(Stored data)
= Beginning of Section =
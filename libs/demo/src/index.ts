export { demoYard } from './demoYard';
export type { DemoYard } from './demoYard';
export { demoTraces } from './demoTraces';
export type { DemoTrace } from './finishedTraces';
export type { DemoPerson } from './people';
export type { DemoPlan } from './plans';
export type { DemoTrailer } from './trailers';
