import type { Lamp, LampColour, LampTechnology } from '@lampwright/harness';
import { WIRES } from './circuits';
import type { Wire } from './circuits';
import { lampAmps } from './lampAmps';
import type { LampFunction } from './lampAmps';

export type Feeds = Partial<Record<LampFunction, Wire>>;

/** A housing's lamp data. Functions that share a circuit share one light source: the brighter one counts. */
export function lampLoads(technology: LampTechnology, colour: LampColour, feeds: Feeds): Lamp {
  const functions = Object.keys(feeds) as LampFunction[];
  const loads = WIRES.flatMap((circuit) => {
    const amps = functions
      .filter((each) => feeds[each] === circuit)
      .map((each) => lampAmps(technology, each));
    return amps.length === 0 ? [] : [{ circuit, amps: Math.max(...amps) }];
  });
  return { loads, technology, colour, functions };
}
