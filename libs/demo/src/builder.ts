import { HARNESS_FORMAT } from '@lampwright/harness';
import type { Harness, LampTechnology, Part, PartId } from '@lampwright/harness';
import { J560, WIRES } from './circuits';
import { separable } from './handling';
import type { Handling } from './handling';
import { lampLoads } from './lampLoads';
import type { At, LampNode, ModuleNode, Node } from './nodes';
import { runsOf } from './runs';

export interface PlanBuilder {
  inlet(node: Pick<Node, 'id' | 'label' | 'at' | 'where'>): void;
  plug(node: Node & { handling: Handling }): void;
  splice(node: Node): void;
  lamp(node: LampNode): void;
  module(node: ModuleNode): void;
  build(): Harness;
}

/**
 * Starts a plan on a J560 connector at 12 V. Parts are given with the part that feeds them; the runs and the
 * circuits on each run are worked out from the loads at the ends, so that a lamp is fed by exactly what it loads.
 */
export function planBuilder(name: string, technology: LampTechnology): PlanBuilder {
  const parts: Part[] = [];
  const nodes = new Map<PartId, Node>();

  const add = (node: Node, part: Pick<Part, 'kind' | 'separable' | 'lamp' | 'module'>) => {
    nodes.set(node.id, node);
    parts.push({
      id: node.id,
      kind: part.kind,
      label: node.label,
      at: position(node.at),
      where: node.where,
      ...(part.separable && { separable: part.separable }),
      ...(node.faultWeight !== undefined && { faultWeight: node.faultWeight }),
      ...(part.lamp && { lamp: part.lamp }),
      ...(part.module && { module: part.module }),
    });
  };

  return {
    inlet: ({ at, ...inlet }) => parts.push({ kind: 'inlet', ...inlet, at: position(at) }),
    plug: (node) => add(node, { kind: 'plug', separable: separable(node.handling) }),
    splice: (node) => add(node, { kind: 'splice' }),
    lamp: (node) =>
      add(node, {
        kind: 'lamp',
        ...(node.handling && { separable: separable(node.handling) }),
        lamp: lampLoads(node.technology ?? technology, node.colour, node.feeds),
      }),
    module: (node) =>
      add(node, {
        kind: 'module',
        ...(node.handling && { separable: separable(node.handling) }),
        module: {
          loads: WIRES.flatMap((circuit) => {
            const amps = node.loads[circuit];
            return amps === undefined ? [] : [{ circuit, amps }];
          }),
        },
      }),
    build: () => {
      const runs = runsOf(parts, nodes);
      const used = new Set(runs.flatMap((run) => run.circuits));
      return {
        format: HARNESS_FORMAT,
        name,
        supply: { volts: 12, connector: 'SAE J560' },
        circuits: WIRES.filter((wire) => used.has(wire)).map((wire) => J560[wire]),
        parts,
        runs,
      };
    },
  };
}

function position([along, across, up]: At): Part['at'] {
  return { along, across, up };
}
= End of Section =
Among the records, find all lines that include the string "demoYard" and return them.

export { demoYard } from './demoYard';
export type { DemoYard } from './demoYard';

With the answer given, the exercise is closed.